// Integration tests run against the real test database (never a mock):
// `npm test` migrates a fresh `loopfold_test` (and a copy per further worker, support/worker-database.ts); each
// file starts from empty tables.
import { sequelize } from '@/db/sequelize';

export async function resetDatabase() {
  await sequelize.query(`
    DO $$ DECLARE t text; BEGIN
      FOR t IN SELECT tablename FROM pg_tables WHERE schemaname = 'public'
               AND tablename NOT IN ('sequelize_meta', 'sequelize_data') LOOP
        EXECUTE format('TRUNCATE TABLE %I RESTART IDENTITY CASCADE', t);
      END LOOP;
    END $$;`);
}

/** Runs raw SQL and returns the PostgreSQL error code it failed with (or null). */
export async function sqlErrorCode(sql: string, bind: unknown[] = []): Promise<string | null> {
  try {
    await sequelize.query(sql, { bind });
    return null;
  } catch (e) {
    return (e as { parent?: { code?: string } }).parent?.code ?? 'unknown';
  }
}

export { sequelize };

^^^^^^^^^^^^^^^^

_What to produce_:
Copy all the entries exactly.

_Reply_:
// Integration tests run against the real test database (never a mock):
// `npm test` migrates a fresh `loopfold_test` (and a copy per further worker, support/worker-database.ts); each
// file starts from empty tables.
import { sequelize } from '@/db/sequelize';

export async function resetDatabase() {
  await sequelize.query(`
    DO $$ DECLARE t text; BEGIN
      FOR t IN SELECT tablename FROM pg_tables WHERE schemaname = 'public'
               AND tablename NOT IN ('sequelize_meta', 'sequelize_data') LOOP
        EXECUTE format('TRUNCATE TABLE %I RESTART IDENTITY CASCADE', t);
      END LOOP;
    END $$;`);
}

/** Runs raw SQL and returns the PostgreSQL error code it failed with (or null). */
export async function sqlErrorCode(sql: string, bind: unknown[] = []): Promise<string | null> {
  try {
    await sequelize.query(sql, { bind });
    return null;
  } catch (e) {
    return (e as { parent?: { code?: string } }).parent?.code ?? 'unknown';
  }
}

export { sequelize };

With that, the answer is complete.